Records from a collection:

==========

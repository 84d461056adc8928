// The rolls in store: their sizes, the cloth's batch and face, what must be kept clear on them.
import { addRoll } from "../../actions/rolls/addRoll.ts";
import { removeRoll } from "../../actions/rolls/removeRoll.ts";
import { setRoll } from "../../actions/rolls/setRoll.ts";
import { ChoiceField, NumberField, TextField } from "../../parts/Fields.tsx";
import { useNextFocus } from "../../parts/nextFocus.ts";
import { act } from "../../store/bookStore.ts";
import { useBook } from "../../store/useBook.ts";
import { FlawDecisions } from "./FlawDecisions.tsx";

const FIGURES = [
  { key: "width", label: "Width over all", unit: "mm", factor: 1 },
  { key: "selvedge", label: "Selvedge, each side", unit: "mm", factor: 1 },
  { key: "length", label: "Length on the roll", unit: "m", factor: 1000 },
  { key: "start", label: "Trimmed off at the start", unit: "mm", factor: 1 },
] as const;

function Roll({ index, place }: { index: number; place: React.Ref<HTMLFieldSetElement> }) {
  const roll = useBook((b) => b.project?.job.rolls?.[index]);
  const read = useBook((b) => b.job?.rolls?.[index]);
  if (roll === undefined) return null;
  const name = roll.id ?? `R${index + 1}`;
  const path = `rolls[${index}]`;
  return (
    <fieldset ref={place} className="edge" data-path={path}>
      <legend>{name}</legend>
      {FIGURES.map(({ key, label, unit, factor }) => (
        <NumberField
          key={key}
          label={label}
          path={`${path}.${key}`}
          given={roll[key] !== undefined}
          value={roll[key] ?? read?.[key] ?? null}
          unit={unit}
          factor={factor}
          onChange={(value) => act(setRoll, { index, key, value }, `${label.toLowerCase()} of ${name}`)}
        />
      ))}
      <TextField
        label="Batch"
        path={`${path}.batch`}
        given={typeof roll.batch === "string"}
        value={roll.batch ?? ""}
        none="none"
        open
        onChange={(value) => act(setRoll, { index, key: "batch", value }, `batch of ${name}`)}
      />
      <ChoiceField
        label="Face that comes off upward"
        path={`${path}.outerFace`}
        given={roll.outerFace !== undefined}
        value={roll.outerFace ?? read?.outerFace ?? "up"}
        choices={[
          { value: "up", words: "the outer one" },
          { value: "down", words: "the inner one: panels are cut turned over" },
        ]}
        onChange={(value) => act(setRoll, { index, key: "outerFace", value }, `face of ${name}`)}
      />
      <NumberField
        label="Price"
        path={`${path}.price`}
        given={typeof roll.price === "number"}
        value={roll.price ?? null}
        none="not given"
        open
        unit="a m²"
        onChange={(value) => act(setRoll, { index, key: "price", value }, `price of ${name}`)}
      />
      <FlawDecisions roll={index} name={name} />
      <button type="button" onClick={() => act(removeRoll, { index }, `roll ${name} removed`)}>
        Remove roll
      </button>
    </fieldset>
  );
}

/** One group for each roll. */
export function StockDecisions() {
  const rolls = useBook((b) => b.project?.job.rolls);
  const fabric = useBook((b) => b.job?.fabric);
  // of a roll that was just added the width is what is asked next
  const focus = useNextFocus();
  const add = () => {
    focus.ask(String(rolls?.length ?? 0));
    act(addRoll, { width: fabric?.rollWidth ?? 3000, length: fabric?.rollLength ?? 50_000 }, "roll added");
  };
  return (
    <div className="group" data-path="rolls">
      <h3>Rolls in store</h3>
      {rolls === undefined && (
        <p className="hint">
          None listed: as many as needed are taken, {fabric?.rollWidth ?? "–"} mm wide
          {fabric ? `, of ${fabric.id}` : ""}. To take another width, add a roll and change it.
        </p>
      )}
      {rolls?.map((_, index) => (
        // biome-ignore lint/suspicious/noArrayIndexKey: a roll is known by its place in the job
        <Roll key={index} index={index} place={focus.at(String(index))} />
      ))}
      <button type="button" onClick={add}>
        Add a roll
      </button>
    </div>
  );
}
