// Flaws of one roll: where no piece may lie.
import { addFlaw, removeFlaw, setFlaw } from "../../actions/rolls/flaws.ts";
import { ChoiceField, NumberField } from "../../parts/Fields.tsx";
import { act } from "../../store/bookStore.ts";
import { useBook } from "../../store/useBook.ts";

const FIGURES = [
  { key: "x", label: "begins", unit: "m", factor: 1000, hint: "along the roll" },
  { key: "y", label: "from the inner selvedge", unit: "mm", factor: 1, hint: undefined },
  { key: "length", label: "is long", unit: "mm", factor: 1, hint: "along the roll" },
  { key: "width", label: "is wide", unit: "mm", factor: 1, hint: undefined },
] as const;

/** The flaws of the roll at a place of the job; `name` as people call it. */
export function FlawDecisions({ roll, name }: { roll: number; name: string }) {
  const flaws = useBook((b) => b.project?.job.rolls?.[roll]?.flaws) ?? [];
  return (
    <div data-path={`rolls[${roll}].flaws`}>
      {flaws.map((f, flaw) => {
        const what = `Flaw ${flaw + 1} of ${name}`;
        const words = `flaw ${flaw + 1} of ${name}`;
        return (
          // biome-ignore lint/suspicious/noArrayIndexKey: a flaw is known by its place in the job
          <div key={flaw} className="flaw" role="group" aria-label={what}>
            {FIGURES.map(({ key, label, unit, factor, hint }) => (
              <NumberField
                key={key}
                label={`${what} ${label}`}
                path={`rolls[${roll}].flaws[${flaw}].${key}`}
                given
                value={f[key]}
                unit={unit}
                factor={factor}
                hint={hint}
                onChange={(value) => act(setFlaw, { roll, flaw, key, value }, words)}
              />
            ))}
            <ChoiceField
              label={`${what} is measured from`}
              path={`rolls[${roll}].flaws[${flaw}].from`}
              given={f.from !== undefined}
              value={f.from ?? "start"}
              choices={[
                { value: "start", words: "the roll's start" },
                { value: "end", words: "the roll's end" },
              ]}
              onChange={(value) => act(setFlaw, { roll, flaw, key: "from", value }, words)}
            />
            <button type="button" onClick={() => act(removeFlaw, { roll, flaw }, `${words} removed`)}>
              Remove flaw {flaw + 1}
            </button>
          </div>
        );
      })}
      <button type="button" onClick={() => act(addFlaw, { roll }, `flaw on ${name}`)}>
        Mark a flaw on {name}
      </button>
    </div>
  );
}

==========

Pick out every line above that holds the word "project" and copy it.

  const roll = useBook((b) => b.project?.job.rolls?.[index]);
  const rolls = useBook((b) => b.project?.job.rolls);
  const flaws = useBook((b) => b.project?.job.rolls?.[roll]?.flaws) ?? [];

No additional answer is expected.